--- EXCERPTED DATA ---
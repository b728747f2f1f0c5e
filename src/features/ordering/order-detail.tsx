import { useState } from "react";
import { Link, useSearchParams } from "react-router-dom";
import { useQuery } from "@tanstack/react-query";
import { MAX_DRAWINGS_PER_ORDER, type PaymentJson } from "../../../shared/schemas/order";
import { ApiError } from "../../api/client";
import { invoicePdfUrl, orderQueryOptions, useCancelOrder, useRemoveDrawing, useStartCheckout, useUploadDrawings, type OrderFileJson, type OrderJson } from "../../api/orders";
import { PanelBoundary } from "../../components/error-boundary";
import { QueryError } from "../../components/query-error";
import { Button, buttonClass } from "../../components/ui/button";
import { Panel } from "../../components/ui/panel";
import { ResponsiveTable } from "../../components/ui/responsive-table";
import { Loading, Spinner } from "../../components/ui/spinner";
import { StatusNote } from "../../components/ui/status-note";
import { paths } from "../../config/paths";
import { formatDate, formatDateTime } from "../../lib/format";
import { formatMoney } from "../../lib/money";
import { drawingProblem, fileSize } from "./drawing-check";
import { DrawingPicker } from "./drawing-picker";
import { RefundForm } from "./refund-form";
import { OrderStatusChip } from "./status-chip";

const problemText = (e: unknown, fallback: string) => (e instanceof ApiError ? (Object.values(e.fields)[0] ?? e.message) : fallback);

/** One order: its details and state, paying it, its drawings, payments and refunds, and its timeline from the event trail. */
export function OrderDetail({ id }: { id: string }) {
  const [search] = useSearchParams();
  const returned = search.get("checkout");
  // back from the payment page: the order is asked again until the signed event has marked it paid
  const order = useQuery(orderQueryOptions(id, { awaitingPayment: returned === "returned" }));
  if (order.isPending) return <Loading label="Loading the order…" />;
  if (order.isError) return <QueryError error={order.error} onRetry={() => void order.refetch()} what="the order" />;
  const o = order.data;
  return (
    <div className="space-y-6">
      <CheckoutReturn order={o} returned={returned} />
      <div className="grid grid-cols-1 items-start gap-6 lg:grid-cols-2">
        <PanelBoundary name="the order's details">
          <Summary order={o} />
        </PanelBoundary>
        <PanelBoundary name="payments">
          <Payments order={o} />
        </PanelBoundary>
      </div>
      <div className="grid grid-cols-1 items-start gap-6 lg:grid-cols-2">
        <PanelBoundary name="the drawings">
          <Drawings order={o} />
        </PanelBoundary>
        <PanelBoundary name="the timeline">
          <Timeline order={o} />
        </PanelBoundary>
      </div>
    </div>
  );
}

function CheckoutReturn({ order, returned }: { order: OrderJson; returned: string | null }) {
  if (returned === "returned") {
    return order.status === "awaiting_payment" ? (
      <StatusNote tone="info" word="Waiting for the payment service" live="polite">
        <span className="flex items-center gap-2">
          <Spinner /> The payment service has not confirmed the payment yet. This page updates by itself; nothing more to do.
        </span>
      </StatusNote>
    ) : (
      <StatusNote tone="ok" word="Payment received" live="polite">
        Thank you: the payment is confirmed{order.invoice ? ` and invoice ${order.invoice.number} is issued` : ""}. A receipt is on its way by mail.
      </StatusNote>
    );
  }
  if (returned === "cancelled" && order.status === "awaiting_payment") {
    return (
      <StatusNote tone="info" word="Not paid">
        You left the payment page; nothing was charged. The order waits for payment: pay when you are ready.
      </StatusNote>
    );
  }
  return null;
}

function Summary({ order: o }: { order: OrderJson }) {
  const pay = useStartCheckout();
  const cancel = useCancelOrder();
  const [asking, setAsking] = useState(false);
  const money = (c: number) => formatMoney(c, o.currency);
  const startPayment = () =>
    pay.mutate(o.id, {
      onSuccess: (session) => {
        window.location.assign(session.checkoutUrl);
      },
    });
  return (
    <Panel title="Order">
      <dl className="grid grid-cols-[auto_minmax(0,1fr)] gap-x-4 gap-y-1.5">
        <dt className="font-semibold text-flux-700">Status</dt>
        <dd>
          <OrderStatusChip status={o.status} />
        </dd>
        <dt className="font-semibold text-flux-700">Quote</dt>
        <dd>
          <Link className="font-mono underline underline-offset-4" to={paths.quote.href(o.quote.id)}>
            {o.quote.number}
          </Link>
        </dd>
        <dt className="font-semibold text-flux-700">For</dt>
        <dd>{o.organization.name}{o.createdBy ? ` · ordered by ${o.createdBy.name}` : ""}</dd>
        <dt className="font-semibold text-flux-700">Design</dt>
        <dd>{o.summary}</dd>
        <dt className="font-semibold text-flux-700">Quantity</dt>
        <dd className="font-mono">{o.quantity}</dd>
        <dt className="font-semibold text-flux-700">Total</dt>
        <dd className="font-mono font-semibold" data-testid="order-total">
          {money(o.total_cents)}
        </dd>
        <dt className="font-semibold text-flux-700">Needs</dt>
        <dd>
          <span className="font-mono">{o.requiredAttenuation_db} dB</span>, each lot sampled at AQL {o.aql}
        </dd>
        <dt className="font-semibold text-flux-700">Purchase order</dt>
        <dd className="break-words">{o.purchaseOrder ?? "—"}</dd>
        <dt className="font-semibold text-flux-700">Deliver to</dt>
        <dd className="whitespace-pre-line break-words">{o.deliveryAddress ?? "—"}</dd>
        <dt className="font-semibold text-flux-700">Requested</dt>
        <dd className="font-mono">{o.requestedDate ? formatDate(o.requestedDate) : "—"}</dd>
        <dt className="font-semibold text-flux-700">Lead time</dt>
        <dd>{o.leadTime_workingDays} working days from payment</dd>
        {o.notes && (
          <>
            <dt className="font-semibold text-flux-700">Notes</dt>
            <dd className="whitespace-pre-line break-words">{o.notes}</dd>
          </>
        )}
        {o.lots.length > 0 && (
          <>
            <dt className="font-semibold text-flux-700">Lots</dt>
            <dd className="font-mono">{o.lots.map((l) => l.number).join(", ")}</dd>
          </>
        )}
      </dl>
      <div className="mt-5 flex flex-wrap gap-2">
        {o.abilities.pay && (
          <Button onClick={startPayment} pending={pay.isPending || pay.isSuccess} pendingLabel="Opening the payment page…">
            Pay {money(o.total_cents - o.paid_cents)}
          </Button>
        )}
        {o.invoice && (
          <a className={buttonClass("secondary")} href={invoicePdfUrl(o.id)} download>
            Invoice {o.invoice.number} (PDF)
          </a>
        )}
        {o.abilities.cancel && !asking && (
          <Button variant="quiet" onClick={() => setAsking(true)}>
            Cancel the order…
          </Button>
        )}
      </div>
      {pay.isError && (
        <StatusNote tone="danger" word="Payment page not opened" live="assertive" className="mt-3">
          {problemText(pay.error, "The payment service could not be reached.")} Nothing was charged and the order is kept: try again in a moment.
        </StatusNote>
      )}
      {o.abilities.pay && <p className="mt-2 text-meta text-flux-600">You pay on the payment service's page; the order shows paid once the service confirms it.</p>}
      {asking && (
        <div className="mt-3 space-y-2 rounded-md border border-caution-200 bg-caution-50 p-3" role="group" aria-label="Confirm cancelling the order">
          <p className="text-caution-900">Cancel order {o.number}? Nothing has been paid, so nothing is charged; the quote stays as it was.</p>
          <div className="flex flex-wrap gap-2">
            <Button variant="danger" pending={cancel.isPending} pendingLabel="Cancelling…" onClick={() => cancel.mutate(o.id, { onSettled: () => setAsking(false) })}>
              Cancel the order
            </Button>
            <Button variant="secondary" onClick={() => setAsking(false)} autoFocus>
              Keep the order
            </Button>
          </div>
        </div>
      )}
      {cancel.isError && (
        <StatusNote tone="danger" word="Not cancelled" live="assertive" className="mt-3">
          {problemText(cancel.error, "Something went wrong. Try again.")}
        </StatusNote>
      )}
    </Panel>
  );
}

function Payments({ order: o }: { order: OrderJson }) {
  const money = (c: number) => formatMoney(c, o.currency);
  return (
    <Panel title="Payments and refunds">
      {o.payments.length === 0 ? (
        <p className="text-flux-600" data-testid="payments-empty">No payment received yet.</p>
      ) : (
        <ResponsiveTable<PaymentJson>
          caption="Payments and refunds"
          testId="payments-table"
          rowTestId="payment-row"
          rows={o.payments}
          rowKey={(p) => p.id}
          cardsBelow={600}
          columns={[
            { key: "what", header: "What", primary: true, cell: (p) => (p.kind === "refund" ? "Refund" : "Payment") },
            { key: "amount", header: "Amount", align: "end", className: "font-mono whitespace-nowrap", cell: (p) => money(p.kind === "refund" ? -p.amount_cents : p.amount_cents) },
            { key: "status", header: "Status", cell: (p) => (p.status === "refunded" ? "refunded" : "received") },
            { key: "when", header: "When", className: "font-mono whitespace-nowrap", cell: (p) => formatDateTime(p.createdAt) },
            { key: "why", header: "Reason", cell: (p) => p.reason ?? "—" },
          ]}
          footer={[
            { key: "paid", label: "Received", value: money(o.paid_cents), testId: "paid-total" },
            ...(o.refunded_cents ? [{ key: "refunded", label: "Refunded", value: money(-o.refunded_cents), testId: "refunded-total" }] : []),
          ]}
        />
      )}
      {o.paymentIssues && o.paymentIssues.length > 0 && (
        <StatusNote tone="caution" word="Needs the planner" className="mt-4">
          <ul className="space-y-1">
            {o.paymentIssues.map((i) => (
              <li key={i.eventId}>
                {formatDateTime(i.at)}: {i.kind === "amount_mismatch" ? "a payment that did not match the order" : "a payment for an order that was not awaiting one"} — expected {formatMoney(i.expected.amount_cents, i.expected.currency)}, received{" "}
                {i.received.amount_cents === null ? "no amount" : formatMoney(i.received.amount_cents, (i.received.currency ?? i.expected.currency).toUpperCase())} (event {i.eventId}).
              </li>
            ))}
          </ul>
        </StatusNote>
      )}
      {o.abilities.refund && (
        <div className="mt-5 border-t border-nickel-200 pt-4">
          <RefundForm order={o} />
        </div>
      )}
    </Panel>
  );
}

function Drawings({ order: o }: { order: OrderJson }) {
  const upload = useUploadDrawings();
  const remove = useRemoveDrawing();
  const [files, setFiles] = useState<File[]>([]);
  const [problem, setProblem] = useState<string | null>(null);
  const [done, setDone] = useState<string | null>(null);
  const attach = () => {
    setProblem(null);
    setDone(null);
    const bad = files.map(drawingProblem).find(Boolean);
    if (bad) return setProblem(bad);
    upload.mutate(
      { id: o.id, files },
      {
        onSuccess: (r) => {
          setFiles([]);
          setDone(`${r.files.length} drawing${r.files.length === 1 ? "" : "s"} attached.`);
        },
        onError: (e) => setProblem(problemText(e, "The drawings could not be sent. Try again.")),
      },
    );
  };
  return (
    <Panel title="Drawings">
      {o.files.length === 0 ? (
        <p className="text-flux-600" data-testid="drawings-empty">No drawings attached.</p>
      ) : (
        <ul className="space-y-2" aria-label="Attached drawings" data-testid="drawings">
          {o.files.map((f: OrderFileJson) => (
            <li key={f.id} className="flex flex-wrap items-center justify-between gap-2 rounded-md border border-nickel-200 px-3 py-2">
              <span className="min-w-0 break-all">
                <a className="font-semibold text-flux-800 underline underline-offset-4" href={f.url} download>
                  {f.filename}
                </a>{" "}
                <span className="text-meta text-flux-600">
                  {fileSize(f.sizeBytes)} · {formatDateTime(f.uploadedAt)}
                  {f.uploadedBy ? ` · ${f.uploadedBy.name}` : ""}
                </span>
                <span className="block font-mono text-[0.8125rem] text-flux-600" title="SHA-256 of the file as received">
                  SHA-256 {f.sha256.slice(0, 16)}…
                </span>
              </span>
              {o.abilities.upload && (
                <Button variant="quiet" className="min-h-9 px-2 text-meta" aria-label={`Remove ${f.filename}`} pending={remove.isPending && remove.variables?.fileId === f.id} onClick={() => remove.mutate({ orderId: o.id, fileId: f.id }, { onError: (e) => setProblem(problemText(e, "The drawing could not be removed.")) })}>
                  Remove
                </Button>
              )}
            </li>
          ))}
        </ul>
      )}
      {o.abilities.upload && o.files.length < MAX_DRAWINGS_PER_ORDER && (
        <div className="mt-4 space-y-3 border-t border-nickel-200 pt-4">
          <DrawingPicker label="Add drawings" files={files} onChange={setFiles} already={o.files.length} error={problem} />
          {files.length > 0 && (
            <Button onClick={attach} pending={upload.isPending} pendingLabel="Sending…">
              Attach {files.length} drawing{files.length === 1 ? "" : "s"}
            </Button>
          )}
        </div>
      )}
      {!o.abilities.upload && problem && <p role="alert" className="mt-2 font-semibold text-danger-700">{problem}</p>}
      {done && (
        <StatusNote tone="ok" word="Attached" live="polite" className="mt-3">
          {done}
        </StatusNote>
      )}
    </Panel>
  );
}

function Timeline({ order: o }: { order: OrderJson }) {
  return (
    <Panel title="Timeline">
      {o.timeline.length === 0 ? (
        <p className="text-flux-600">Nothing recorded yet.</p>
      ) : (
        <ol className="space-y-3 border-l-2 border-nickel-300 pl-4" aria-label="What happened to the order, oldest first" data-testid="timeline">
          {o.timeline.map((e, i) => (
            <li key={i} className="relative">
              <span aria-hidden="true" className="absolute -left-[1.4rem] top-1.5 size-2.5 rounded-full border-2 border-white bg-anneal-600" />
              <p className="font-semibold text-flux-900">{e.label}</p>
              <p className="text-meta text-flux-600">
                <span className="font-mono">{formatDateTime(e.at)}</span>
                {e.actor ? ` · ${e.actor.name}` : ""}
                {e.detail ? ` · ${e.detail}` : ""}
              </p>
            </li>
          ))}
        </ol>
      )}
    </Panel>
  );
}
---
_TASK OBJECTIVE_. Looking at the entries above, count the lines that contain the string "info", then give the number and nothing else.

_OUTPUT FOR THIS EXERCISE_. 2